Flume – Skin
Release Date: 27/05/2016
Label: Future Classic
Singles: Never Be Like You, Smoke & Retribution, Say It
Flume is emerging as one of the most exciting electronic producers in the game right now. Criss-crossing every digitally-created genre into an indescribable dream of electronica, Flume’s music dips and bleeds into house, synth pop, dream pop, hip hop, electronica and trap. First emerging onto the scene as many new producers do via remixes, Flume’s international breakthrough came via a remix of Disclosure’s You & Me, as well as his very own Holding On. Four years later, Flume finally blesses us with his eagerly-awaited sophomore, Skin, a follow-up to his self-titled 2012 album.
Skin begins with a progressive and atmospheric grandeur, which then transforms into punchy synths and hard-hitting trap-recalling drum claps.

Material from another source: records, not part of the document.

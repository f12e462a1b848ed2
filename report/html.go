package report

import (
	"fmt"
	"gaitrig/record"
	"html/template"
	"io"
	"math"
	"strconv"
	"strings"
)

// kv is a labelled value in a small table.
type kv struct{ Key, Value string }

// criterionRow is one pass criterion as shown in the report.
type criterionRow struct {
	Name  string
	Pass  bool
	Value string
	Limit string
}

// jointSeries is one joint's encoder angle and rate, and the torque the
// firmware commanded and the plant received, over time.
type jointSeries struct {
	name               string
	angle, rate        []float64
	commanded, applied []float64
}

// footSeries is one foot's ground reaction over time. mu is the static
// friction coefficient under the foot at each tick; NaN where unknown.
type footSeries struct {
	normal, tangential, mu, util []float64
	// cop is the centre of pressure along the foot, NaN in the air;
	// contactX the contact point's x; mode the contact-mode code.
	cop, contactX []float64
	mode          []int
}

// view is everything the page shows, as plain values: the run-folder
// reader fills it, the page renders it, so neither depends on the other's
// details.
type view struct {
	Outcome     string
	Scenario    string
	Hash        string
	Greeting    string
	Meta        []kv
	Headline    []kv
	Criteria    []criterionRow
	AlarmCounts []kv
	StepCols    []string
	StepRows    [][]string
	Notes       []string
	// Warnings say what the run folder lacks (no summary, cut or
	// unreadable telemetry); the page shows them near the top.
	Warnings []string
	Caution  string
	// MarksKey says what the marks on the time axes mean.
	MarksKey string
	// ScenarioText is the scenario file exactly as it ran.
	ScenarioText string
	// AlarmRows is the alarm log (events that are not plain information),
	// at most maxAlarmRows of them; AlarmRowsCut says how many were left out.
	AlarmRows    []alarmRow
	AlarmRowsCut int

	t []float64
	// latency is the command round trip per tick, µs; NaN where there was
	// no fresh command or no measurement (lockstep).
	latency []float64
	joints  []jointSeries
	feet    [2]footSeries
	alarms  []alarmMark
	poses   []stickPose
	// hipY and hipVX are the hip's height and forward speed; torso is
	// the torso's absolute angle (nil for a compass walker).
	hipY, hipVX, torso []float64
	// knees are the knee angles and lock torques (nil without knees).
	knees *kneeSeries
	// kinetic and potential are the walker's energies, J.
	kinetic, potential []float64
	// pushX and pushY are the push force on the hip, N.
	pushX, pushY []float64
	// latencyLimit is the scenario's p99 latency limit, µs; NaN without one.
	latencyLimit float64
	// modeFree and modeSliding are the contact-mode codes of a foot in
	// the air and a sliding foot (-1 when the manifest does not name them).
	modeFree, modeSliding int

	// What happened, for the marks on the time axes (marks.go).
	segMarks   []segmentMark
	pushes     []window
	faults     []window
	slips      [2][]window
	alarmLines []alarmLine
	// markGap is the time a pixel or so of a time axis covers: bands
	// closer than this are drawn as one.
	markGap float64
	// demands are the friction demands the events report beyond the
	// telemetry (a heel-strike impulse ratio over μs).
	demands []demandMark
	// stepsTotal is how many heel strikes the run had; poses may be fewer.
	stepsTotal int
	// belt is the treadmill side of the run (belt.go); empty without a belt.
	belt beltView
}

// alarmRow is one line of the alarm log table.
type alarmRow struct {
	T, Kind, Severity, Foot, Message string
}

// maxAlarmRows bounds the alarm log table; a run that slips on every step
// for ten minutes would otherwise make the page a log file.
const maxAlarmRows = 200

// figure is one inline SVG plot with its caption.
type figure struct {
	ID      string
	Title   string
	Caption string
	SVG     template.HTML
	// Legend, when not empty, is drawn by the page under the plot.
	Legend []legendItem
	// Half puts the figure beside the next one (square plots: phase
	// portraits, force pairs).
	Half bool
}

// page is the template's data.
type page struct {
	*view
	Figures []figure
}

var footNames = [2]string{"left", "right"}

// finiteCount counts the finite values of v.
func finiteCount(v []float64) int {
	k := 0
	for _, x := range v {
		if !math.IsNaN(x) && !math.IsInf(x, 0) {
			k++
		}
	}
	return k
}

// renderView writes the page for v.
func renderView(w io.Writer, v *view, maxPoints int) error {
	figs, err := buildFigures(v, maxPoints)
	if err != nil {
		return err
	}
	if v.Caution == "" {
		v.Caution = record.Caution
	}
	if err := pageTemplate.Execute(w, page{view: v, Figures: figs}); err != nil {
		return fmt.Errorf("write report: %w", err)
	}
	return nil
}

// fmtFloat prints a measured value with four significant digits, which is
// what a reader compares at a glance; NaN is shown as a dash.
func fmtFloat(x float64) string {
	if math.IsNaN(x) {
		return "–"
	}
	if math.IsInf(x, 0) {
		return strconv.FormatFloat(x, 'g', -1, 64)
	}
	return strconv.FormatFloat(x, 'g', 4, 64)
}

var pageTemplate = template.Must(template.New("report").Funcs(template.FuncMap{
	"lower": strings.ToLower,
	// css passes a colour we made ourselves (cssColor) into a style
	// attribute; html/template would otherwise refuse any dynamic CSS.
	"css": func(s string) template.CSS { return template.CSS(s) },
}).Parse(`<!DOCTYPE html>
<html lang="en">
<head>
<meta charset="utf-8">
<meta name="viewport" content="width=device-width, initial-scale=1">
<title>gaitrig run report: {{.Scenario}} ({{.Outcome}})</title>
<style>
body{font-family:"Liberation Sans",Arial,Helvetica,sans-serif;color:#222;background:#fafaf7;margin:0;padding:1.2em 2em;max-width:68em}
h1{font-size:1.5em;margin:.2em 0}
h2{font-size:1.15em;margin:1.4em 0 .4em;border-bottom:1px solid #ccc;padding-bottom:.2em}
table{border-collapse:collapse;margin:.4em 0;font-size:.9em}
th,td{border:1px solid #ccc;padding:.25em .6em;text-align:left;vertical-align:top}
th{background:#eeeae0}
td.num{text-align:right;font-variant-numeric:tabular-nums}
.outcome{display:inline-block;padding:.2em .8em;border-radius:.3em;font-weight:bold;color:#fff;letter-spacing:.05em;background:#6b6b6b}
.outcome-pass{background:#2e7d32}
.outcome-fail,.outcome-tripped{background:#b31b1b}
.outcome-aborted{background:#6b6b6b}
.incomplete{border:2px solid #d99a00;background:#fff8e6;padding:.4em 1em;margin:1em 0;font-size:.95em}
.caution{border:2px solid #b31b1b;background:#fff4f0;padding:.6em 1em;margin:1em 0;font-size:.95em}
.caution strong{color:#b31b1b}
.ok{color:#2e7d32;font-weight:bold}
.bad{color:#b31b1b;font-weight:bold}
figure{margin:1em 0;background:#fff;border:1px solid #ddd;padding:.5em}
figure svg.plot{width:100%;height:auto;display:block}
figure.half{display:inline-block;box-sizing:border-box;width:calc(50% - .8em);vertical-align:top;margin-right:.4em}
.legend{font-size:.85em;margin:.2em 0}
.swatch{display:inline-block;width:.8em;height:.8em;border-radius:50%;margin:0 .3em 0 .8em;vertical-align:-.05em}
figcaption{font-size:.85em;color:#444;margin-top:.3em}
.steps{max-height:40em;overflow:auto;display:block}
.notes{font-size:.85em;color:#444}
code{font-size:.95em}
pre{background:#fff;border:1px solid #ddd;padding:.6em;overflow:auto;font-size:.85em}
</style>
</head>
<body>
<header>
<h1>Run report: {{.Scenario}}</h1>
<p>Outcome: <span id="outcome" class="outcome outcome-{{lower .Outcome}}">{{.Outcome}}</span></p>
{{if .Warnings}}<div id="incomplete" class="incomplete"><strong>This run folder is incomplete.</strong><ul>{{range .Warnings}}<li>{{.}}</li>{{end}}</ul></div>
{{end}}<div id="caution" class="caution"><strong>Safety caution.</strong> {{.Caution}}</div>
<table id="run-identity">
<tr><th>scenario</th><td>{{.Scenario}}</td></tr>
<tr><th>scenario hash</th><td><code>{{.Hash}}</code></td></tr>
<tr><th>firmware greeting</th><td><code>{{.Greeting}}</code></td></tr>
{{range .Meta}}<tr><th>{{.Key}}</th><td>{{.Value}}</td></tr>
{{end}}</table>
</header>

<h2>Pass criteria</h2>
{{if .Criteria}}<table id="criteria">
<tr><th>criterion</th><th>result</th><th>value</th><th>limit</th></tr>
{{range .Criteria}}<tr><td>{{.Name}}</td><td>{{if .Pass}}<span class="ok">pass</span>{{else}}<span class="bad">FAIL</span>{{end}}</td><td class="num">{{.Value}}</td><td class="num">{{.Limit}}</td></tr>
{{end}}</table>{{else}}<p id="criteria">The run recorded no pass criteria.</p>{{end}}

<h2>Summary</h2>
<table id="summary">
{{range .Headline}}<tr><th>{{.Key}}</th><td class="num">{{.Value}}</td></tr>
{{end}}</table>
{{if .AlarmCounts}}<table id="alarm-counts">
<tr><th>alarm kind</th><th>count</th></tr>
{{range .AlarmCounts}}<tr><td>{{.Key}}</td><td class="num">{{.Value}}</td></tr>
{{end}}</table>{{end}}
{{if .Notes}}<ul class="notes">{{range .Notes}}<li>{{.}}</li>{{end}}</ul>{{end}}

<h2>Alarm log</h2>
{{if .AlarmRows}}<div class="steps"><table id="alarm-log">
<tr><th>time (s)</th><th>kind</th><th>severity</th><th>foot</th><th>message</th></tr>
{{range .AlarmRows}}<tr><td class="num">{{.T}}</td><td>{{.Kind}}</td><td>{{.Severity}}</td><td>{{.Foot}}</td><td>{{.Message}}</td></tr>
{{end}}</table></div>{{if .AlarmRowsCut}}<p class="notes">{{.AlarmRowsCut}} more alarm(s) not listed; every one is in events.jsonl and on the timeline.</p>{{end}}{{else}}<p id="alarm-log">No alarms were raised.</p>{{end}}

<h2>Plots</h2>
<p id="marks-key" class="notes">{{.MarksKey}}</p>
{{range .Figures}}<figure id="fig-{{.ID}}"{{if .Half}} class="half"{{end}}>
{{.SVG}}
{{if .Legend}}<p class="legend">{{range .Legend}}<span class="swatch" style="background:{{.Color | css}}"></span>{{.Label}} {{end}}</p>{{end}}
<figcaption><strong>{{.Title}}.</strong> {{.Caption}}</figcaption>
</figure>
{{end}}
<h2>Steps</h2>
{{if .StepRows}}<div class="steps"><table id="steps">
<tr>{{range .StepCols}}<th>{{.}}</th>{{end}}</tr>
{{range .StepRows}}<tr>{{range .}}<td class="num">{{.}}</td>{{end}}</tr>
{{end}}</table></div>{{else}}<p id="steps">No heel strikes were recorded.</p>{{end}}

<h2>Scenario</h2>
{{if .ScenarioText}}<details id="scenario-text"><summary>Scenario file as it ran</summary><pre>{{.ScenarioText}}</pre></details>{{else}}<p id="scenario-text">The manifest does not carry the scenario text.</p>{{end}}

<footer class="notes"><p>Made by gaitrig from the run folder. One file: plots are inline SVG, no scripts, no external links.</p></footer>
</body>
</html>
`))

As an opening track it couldn’t encapsulate the flavour of Flume’s music better, with the two oppositional elements of Skin having clashed and weaved into each other. Following track and lead single, Never Be Like You, also continues this eloquent summarisation of the project. Dreamy synths, dainty bells, and the hypnotic vocal performance from Kai, clashed with heavy drum rolls and stabbing synths are an unexpected but inspiring merge of sounds.

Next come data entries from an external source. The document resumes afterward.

func TestWriteHTMLBadFolders(t *testing.T) {
	good := makeSynthRun(synthOpts{durationS: 2, hz: 500, patchMu: 0.15})
	tests := []struct {
		name      string
		make      func(t *testing.T, dir string)
		wantErr   string   // non-empty: WriteHTML must fail with this in the message
		wantNotes []string // otherwise: the report must say these
	}{
		{
			name:    "folder does not exist",
			make:    func(t *testing.T, dir string) {},
			wantErr: "cannot read run folder",
		},
		{
			name: "folder without manifest",
			make: func(t *testing.T, dir string) {
				if err := os.MkdirAll(dir, 0o755); err != nil {
					t.Fatal(err)
				}
			},
			wantErr: "manifest.json",
		},
		{
			name: "killed run: no summary, last telemetry row cut",
			make: func(t *testing.T, dir string) {
				writeSynthFolder(t, dir, good, false)
				path := filepath.Join(dir, record.TelemetryFile)
				b, err := os.ReadFile(path)
				if err != nil {
					t.Fatal(err)
				}
				if err := os.WriteFile(path, b[:len(b)-17], 0o644); err != nil {
					t.Fatal(err)
				}
			},
			wantNotes: []string{"summary.json is missing", "last telemetry row was cut off"},
		},
		{
			name: "telemetry file deleted",
			make: func(t *testing.T, dir string) {
				writeSynthFolder(t, dir, good, true)
				if err := os.Remove(filepath.Join(dir, record.TelemetryFile)); err != nil {
					t.Fatal(err)
				}
			},
			wantNotes: []string{"Telemetry could not be read"},
		},
		{
			name: "garbage row in the middle of the telemetry",
			make: func(t *testing.T, dir string) {
				writeSynthFolder(t, dir, good, true)
				path := filepath.Join(dir, record.TelemetryFile)
				b, err := os.ReadFile(path)
				if err != nil {
					t.Fatal(err)
				}
				lines := strings.SplitAfter(string(b), "\n")
				lines[300] = "this,is,not,a,row\n"
				if err := os.WriteFile(path, []byte(strings.Join(lines, "")), 0o644); err != nil {
					t.Fatal(err)
				}
			},
			wantNotes: []string{"Telemetry stops at a bad row", "telemetry.csv:301"},
		},
	}
	for _, tc := range tests {
		t.Run(tc.name, func(t *testing.T) {
			dir := filepath.Join(t.TempDir(), "run")
			tc.make(t, dir)
			err := WriteHTML(dir)
			if tc.wantErr != "" {
				if err == nil || !strings.Contains(err.Error(), tc.wantErr) || !strings.Contains(err.Error(), dir) {
					t.Fatalf("got error %v, want one naming %s and %q", err, dir, tc.wantErr)
				}
				if _, serr := os.Stat(filepath.Join(dir, HTMLFile)); serr == nil {
					t.Error("a report was written for an unreadable folder")
				}
				return
			}
			if err != nil {
				t.Fatalf("a damaged run should still get a report: %v", err)
			}
			raw, err := os.ReadFile(filepath.Join(dir, HTMLFile))
			if err != nil {
				t.Fatal(err)
			}
			p := parseReport(t, raw)
			checkPlots(t, p)
			warn := p.texts["incomplete"]
			for _, w := range tc.wantNotes {
				if !strings.Contains(warn, w) {
					t.Errorf("the incomplete-folder box does not say %q: %q", w, warn)
				}
			}
			if !strings.Contains(p.texts["caution"], "not a safety certificate") {
				t.Error("caution missing from a damaged run's report")
			}
			// Nothing is lost: the run's own files are untouched.
			for _, f := range []string{record.ManifestFile, record.EventsFile, record.StepsFile} {
				if _, err := os.Stat(filepath.Join(dir, f)); err != nil {
					t.Errorf("%s gone after writing the report: %v", f, err)
				}
			}
		})
	}
}

func TestNilRun(t *testing.T) {
	if err := Render(io.Discard, nil); err == nil {
		t.Error("Render(nil) gave no error")
	}
	s := RunSuite(nil)
	if len(s.Cases) != 1 || s.Cases[0].Error == "" {
		t.Errorf("RunSuite(nil) = %+v, want one case in error", s)
	}
}

func TestRunJUnit(t *testing.T) {
	tests := []struct {
		name          string
		opts          synthOpts
		edit          func(s *record.Summary)
		close         bool
		wantCases     int
		wantFailures  int
		wantInMessage string
	}{
		{name: "failing criterion", opts: synthOpts{durationS: 8, hz: 250, patchMu: 0.15}, close: true, wantCases: 3, wantFailures: 1, wantInMessage: "criterion max_friction_utilization not met"},
		{name: "all pass", opts: synthOpts{durationS: 3, hz: 250, patchMu: 0.6}, close: true, wantCases: 3, wantFailures: 0},
		{name: "tripped with criteria met", opts: synthOpts{durationS: 3, hz: 250, patchMu: 0.6}, close: true,
			edit:      func(s *record.Summary) { s.Outcome = record.Tripped; s.Reason = "watchdog: no command for 50 ms" },
			wantCases: 4, wantFailures: 1, wantInMessage: "watchdog"},
		{name: "no criteria recorded", opts: synthOpts{durationS: 1, hz: 250, patchMu: 0.6}, close: true,
			edit:      func(s *record.Summary) { s.Criteria = nil; s.Outcome = record.Pass },
			wantCases: 1, wantFailures: 0},
		{name: "killed run", opts: synthOpts{durationS: 1, hz: 250, patchMu: 0.6}, close: false, wantCases: 1, wantFailures: 1, wantInMessage: "did not finish"},
	}
	for _, tc := range tests {
		t.Run(tc.name, func(t *testing.T) {
			dir := filepath.Join(t.TempDir(), "run")
			r := makeSynthRun(tc.opts)
			if tc.edit != nil {
				tc.edit(&r.sum)
			}
			writeSynthFolder(t, dir, r, tc.close)
			if err := WriteRunJUnit(dir); err != nil {
				t.Fatal(err)
			}
			raw, err := os.ReadFile(filepath.Join(dir, JUnitFile))
			if err != nil {
				t.Fatal(err)
			}
			var doc xmlTestSuites
			if err := xml.Unmarshal(raw, &doc); err != nil {
				t.Fatalf("junit.xml does not parse: %v", err)
			}
			if len(doc.Suites) != 1 {
				t.Fatalf("%d suites, want 1", len(doc.Suites))
			}
			s := doc.Suites[0]
			fails := 0
			var msgs []string
			for _, c := range s.Cases {
				if c.Failure != nil {
					fails++
					msgs = append(msgs, c.Failure.Message)
				}
			}
			if len(s.Cases) != tc.wantCases || fails != tc.wantFailures || doc.Failures != fails || doc.Tests != len(s.Cases) {
				t.Errorf("cases=%d failures=%d (totals tests=%d failures=%d), want %d cases %d failures",
					len(s.Cases), fails, doc.Tests, doc.Failures, tc.wantCases, tc.wantFailures)
			}
			if tc.wantInMessage != "" && !strings.Contains(strings.Join(msgs, "\n"), tc.wantInMessage) {
				t.Errorf("failure messages %q lack %q", msgs, tc.wantInMessage)
			}
		})
	}
	if err := WriteRunJUnit(filepath.Join(t.TempDir(), "absent")); err == nil || !strings.Contains(err.Error(), "cannot read run folder") {
		t.Errorf("missing folder: got %v", err)
	}
}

Across the hour duration of Skin, there is a lot going on, a lot to consume and it’s a heavy listen in a lot of places. Often the abstract nature of the project confuses and taints a lot of the beautiful melodies, take the FKA Twigs-stemming Numb & Getting Colder for example. With a stellar vocal performance from KUCKA and dreamy synths surrounding her, the rough drum claps hit too hard, and crossed with the vocal loops on the production, the songs ends up feeling scattered, rough and stop-start. And while this contrapuntal fusion of trap meeting dream/synth pop is fully intentional, a full project of it can leave you wanting one or the other.
Skin is an immersive listen, and on the whole I came away impressed. The aforementioned lead single, the Hudson Mohawke-nodding Say It, Take A Chance, and You Know, are all particular highlights to take away, however, there’s still a lot of frustration that comes with Flume’s second studio album. Take the short-but-sweet Pika, a song that demands more than 1 minute and 56 seconds, or the mesmerising When Everything Was New, there simply isn’t enough of this sound. Flume appears to be hung up on tearing his sound apart, and injecting it with rough drums and trap-infused grit, when really what he had before was the best bit.